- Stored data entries
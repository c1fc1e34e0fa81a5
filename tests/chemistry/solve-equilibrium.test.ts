import { describe, expect, it } from "vitest";
import { ABSENT_LN_FREE, solveEquilibrium } from "../../src/chemistry/solve-equilibrium.ts";
import type { MassBalanceProblem, SolveResult } from "../../src/chemistry/types.ts";
import { AppError } from "../../src/errors.ts";
import { seededRandom } from "../../src/numerics/seeded-random.ts";
import { randomSystem } from "../campaigns/random-system.ts";
import { runBalances, runOracle } from "../campaigns/solver.ts";
import { expectRelative } from "../expect-relative.ts";
import { massBalanceProblem } from "./solve-problem.ts";

const everyNumber = (result: SolveResult): number[] => [
  result.residual,
  result.iterations,
  ...result.lnFree,
  ...result.speciesMolPerL,
  ...result.solidsMolPerL,
  ...result.saturationIndex,
];

/** Free metal of a 1:1 complex with constant k and totals m, l: the root of the quadratic, in the form that does not cancel. */
const freeMetal = (k: number, m: number, l: number): number => {
  const b = 1 + k * (l - m);
  const root = Math.sqrt(b * b + 4 * k * m);
  return b > 0 ? (2 * m) / (b + root) : (root - b) / (2 * k);
};

describe("solveEquilibrium", () => {
  it("gives the roots of the quadratic for one 1:1 complex, from weak to very strong, from any start", () => {
    for (const log10K of [-3, 0, 4, 10, 16.5, 30, 60])
      for (const [m, l] of [
        [1e-3, 1e-3],
        [1e-3, 2e-3],
        [1, 1e-8],
        [1e-8, 1e-8],
        [1e-3, 1.000001e-3],
      ] as const) {
        const problem = massBalanceProblem([
          [0, 1, 0],
          [0, 0, 1],
          [log10K, 1, 1],
        ]); // M, L, ML
        for (const options of [{}, { start: [-2, -90] }, { start: [5, 5] }]) {
          const result = solveEquilibrium(problem, [m, l], options);
          expect(result.status).toBe("converged");
          // the constant itself is only known to the rounding of its logarithm; a difference of totals to that of the totals
          expectRelative(
            Math.exp(result.lnFree[0]!),
            freeMetal(Math.exp(log10K * Math.LN10), m, l),
            1e-12 + (m === l || Math.abs(l - m) > 0.1 * m ? 0 : 1e-9),
          );
        }
      }
  });

  it("holds fixed components and leaves their totals alone", () => {
    // M, L, H, ML, HL, OH at a held proton concentration
    const problem = massBalanceProblem([
      [0, 1, 0, 0],
      [0, 0, 1, 0],
      [0, 0, 0, 1],
      [8, 1, 1, 0],
      [9, 0, 1, 1],
      [-14, 0, 0, -1],
    ]);
    const lnH = -5 * Math.LN10;
    const result = solveEquilibrium(problem, [1e-3, 1e-2, 123], { fixedLnFree: [NaN, NaN, lnH] });
    const k = 1e8 / (1 + 1e9 * 1e-5);
    expect(result.status).toBe("converged");
    expect(result.lnFree[2]).toBe(lnH);
    expectRelative(Math.exp(result.lnFree[0]!), freeMetal(k, 1e-3, 1e-2), 1e-12);
    expectRelative(result.speciesMolPerL[5]!, 1e-9, 1e-12);
  });

  it("gives species, solids and floors for components that are absent", () => {
    const problem = massBalanceProblem(
      [
        [0, 1, 0],
        [0, 0, 1],
        [8, 1, 1],
      ],
      [[5, 1, 1]],
    );
    const result = solveEquilibrium(problem, [1e-3, 0]);
    expect(result.status).toBe("converged");
    expectRelative(result.speciesMolPerL[0]!, 1e-3, 1e-15);
    expect([...result.speciesMolPerL.subarray(1)]).toEqual([0, 0]);
    expect(result.lnFree[1]).toBe(ABSENT_LN_FREE);
    expect(everyNumber(result).every(Number.isFinite)).toBe(true);
    const nothing = solveEquilibrium(problem, [0, 0]);
    expect([nothing.status, nothing.residual, ...nothing.speciesMolPerL]).toEqual(["converged", 0, 0, 0, 0]);
  });

  it("refuses a negative total and a wrong number of totals, and takes a total of zero", () => {
    const problem = massBalanceProblem([
      [0, 1, 0],
      [0, 0, 1],
      [8, 1, 1],
    ]);
    expect(() => solveEquilibrium(problem, [1e-3, -1e-9])).toThrow(/total of component 1/);
    expect(() => solveEquilibrium(problem, [1e-3])).toThrow(AppError);
    expect(solveEquilibrium(problem, [1e-3, 0]).status).toBe("converged");
  });

  it("refuses a component without a free species", () => {
    expect(() =>
      solveEquilibrium(
        massBalanceProblem([
          [0, 1, 0],
          [8, 1, 1],
        ]),
        [1, 1],
      ),
    ).toThrow(/component 1 has no free species/);
  });

  it("returns nonFinite, and only finite numbers, for totals and constants that are not finite", () => {
    const problem = massBalanceProblem([
      [0, 1, 0],
      [0, 0, 1],
      [8, 1, 1],
    ]);
    const broken = massBalanceProblem([
      [0, 1, 0],
      [0, 0, 1],
      [NaN, 1, 1],
    ]);
    for (const result of [
      solveEquilibrium(problem, [NaN, 1]),
      solveEquilibrium(problem, [1, Infinity]),
      solveEquilibrium(problem, [1, 1], { fixedLnFree: [-Infinity, NaN] }),
      solveEquilibrium(broken, [1, 1]),
    ]) {
      expect(result.status).toBe("nonFinite");
      expect(everyNumber(result).every(Number.isFinite)).toBe(true);
    }
    expect(solveEquilibrium(problem, [1, 1]).status).toBe("converged");
  });

  it("returns maxIterations when the limit is 1, with finite numbers and its residual", () => {
    const { problem, totals, fixedLnFree } = randomSystem(11, 4);
    const result = solveEquilibrium(problem, totals, { fixedLnFree, maxIterations: 1 });
    expect(result.status).toBe("maxIterations");
    expect(result.residual).toBeGreaterThan(1e-12);
    expect(result.worstComponent).toBeGreaterThanOrEqual(0);
    expect(everyNumber(result).every(Number.isFinite)).toBe(true);
    expect(solveEquilibrium(problem, totals, { fixedLnFree }).status).toBe("converged");
  });

  it("does not change its inputs", () => {
    const { problem, totals, fixedLnFree } = randomSystem(11, 5, { solids: 3 });
    const before = JSON.stringify([[...totals], [...fixedLnFree], [...problem.lnBeta], [...problem.stoichiometry]]);
    solveEquilibrium(problem, totals, { fixedLnFree });
    expect(JSON.stringify([[...totals], [...fixedLnFree], [...problem.lnBeta], [...problem.stoichiometry]])).toBe(
      before,
    );
  });

  it("gives the same answer whatever was solved in between", () => {
    const a = randomSystem(12, 1);
    const first = solveEquilibrium(a.problem, a.totals, { fixedLnFree: a.fixedLnFree });
    solveEquilibrium(
      a.problem,
      a.totals.map((t) => t / 3),
      { fixedLnFree: a.fixedLnFree },
    );
    const again = solveEquilibrium(a.problem, a.totals, { fixedLnFree: a.fixedLnFree });
    expect([...again.lnFree]).toEqual([...first.lnFree]);
    expect([...again.speciesMolPerL]).toEqual([...first.speciesMolPerL]);
  });

  it("does not depend on the order of the species", () => {
    for (let index = 0; index < 20; index++) {
      const { problem, totals, fixedLnFree } = randomSystem(13, index);
      const order = shuffled(problem.nSpecies, index);
      const { nComponents: n } = problem;
      const stoichiometry = new Int8Array(problem.stoichiometry.length);
      order.forEach((from, to) => stoichiometry.set(problem.stoichiometry.subarray(from * n, from * n + n), to * n));
      const permuted: MassBalanceProblem = {
        ...problem,
        stoichiometry,
        lnBeta: Float64Array.from(order, (i) => problem.lnBeta[i]!),
      };
      const a = solveEquilibrium(problem, totals, { fixedLnFree });
      const b = solveEquilibrium(permuted, totals, { fixedLnFree });
      a.lnFree.forEach((value, j) => expectRelative(1 + b.lnFree[j]! - value, 1, 1e-11));
    }
  });

  it("scales: all totals times s with constants times s^(1 - atoms) gives all concentrations times s", () => {
    for (let index = 0; index < 20; index++) {
      const { problem, totals, fixedLnFree } = randomSystem(14, index);
      const n = problem.nComponents;
      const lnScale = Math.log(64);
      const lnBeta = problem.lnBeta.map((value, i) => {
        let atoms = 0;
        for (let j = 1; j < n; j++) atoms += problem.stoichiometry[i * n + j]!;
        return atoms === 0 ? value : value + lnScale * (1 - atoms);
      });
      const a = solveEquilibrium(problem, totals, { fixedLnFree });
      const b = solveEquilibrium(
        { ...problem, lnBeta },
        totals.map((t) => 64 * t),
        { fixedLnFree },
      );
      for (let j = 1; j < n; j++) expectRelative(1 + b.lnFree[j]! - a.lnFree[j]! - lnScale, 1, 1e-11);
    }
  });

  it("says how many digits nearly equal totals cost", () => {
    const problem = massBalanceProblem([
      [0, 1, 0],
      [0, 0, 1],
      [30, 1, 1],
    ]);
    expect(solveEquilibrium(problem, [1e-3, 2e-3]).lostDigits).toBeLessThan(1);
    const near = solveEquilibrium(problem, [1e-3, 1e-3 * (1 + 1e-9)]);
    expectRelative(near.lostDigits, 9.3, 0.02); // 2e-3 against a difference of 1e-12
    expectRelative(Math.exp(near.lnFree[1]!), 1e-3 * (1 + 1e-9) - 1e-3 + 1e-21, 1e-12); // free metal: 1e-21
  });

  it("uses a component that the given start lacks", () => {
    const problem = massBalanceProblem([
      [0, 1, 0],
      [0, 0, 1],
      [8, 1, 1],
    ]);
    const without = solveEquilibrium(problem, [1e-3, 0]);
    const withIt = solveEquilibrium(problem, [1e-3, 5e-4], { start: without.lnFree });
    expectRelative(Math.exp(withIt.lnFree[0]!), freeMetal(1e8, 1e-3, 5e-4), 1e-12);
  });
});

describe("solveEquilibrium on random systems", () => {
  it("converges on every one of 400 with residuals of at most 1e-12, cold and from a near start", () => {
    const figures = runBalances(20261201, 400);
    expect(figures.notConverged).toBe(0);
    expect(figures.worstResidual).toBeLessThanOrEqual(1e-12);
    expect(figures.worstMassActionLn).toBeLessThanOrEqual(1e-11);
    expect(figures.worstNearLn).toBeLessThanOrEqual(1e-9);
  });

  it("agrees with the 50-digit oracle within 1e-9 times the condition, and within 1e-11 where no digits are lost", () => {
    const figures = runOracle(20261202, 4);
    expect(figures.worstErrorPerCondition).toBeLessThanOrEqual(1e-9);
    expect(figures.worstWithoutLossLn).toBeLessThanOrEqual(1e-11);
  });
});

function shuffled(n: number, seed: number): number[] {
  const random = seededRandom(seed, 99);
  const order = Array.from({ length: n }, (_, i) => i);
  for (let i = n - 1; i > 0; i--) {
    const k = random.integerBelow(i + 1);
    [order[i], order[k]] = [order[k]!, order[i]!];
  }
  return order;
}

- YOUR GOAL
Every line that contains "lnBeta" should be copied out of the data.

- EXPECTED ANSWER
    const before = JSON.stringify([[...totals], [...fixedLnFree], [...problem.lnBeta], [...problem.stoichiometry]]);
    expect(JSON.stringify([[...totals], [...fixedLnFree], [...problem.lnBeta], [...problem.stoichiometry]])).toBe(
        lnBeta: Float64Array.from(order, (i) => problem.lnBeta[i]!),
      const lnBeta = problem.lnBeta.map((value, i) => {
        { ...problem, lnBeta },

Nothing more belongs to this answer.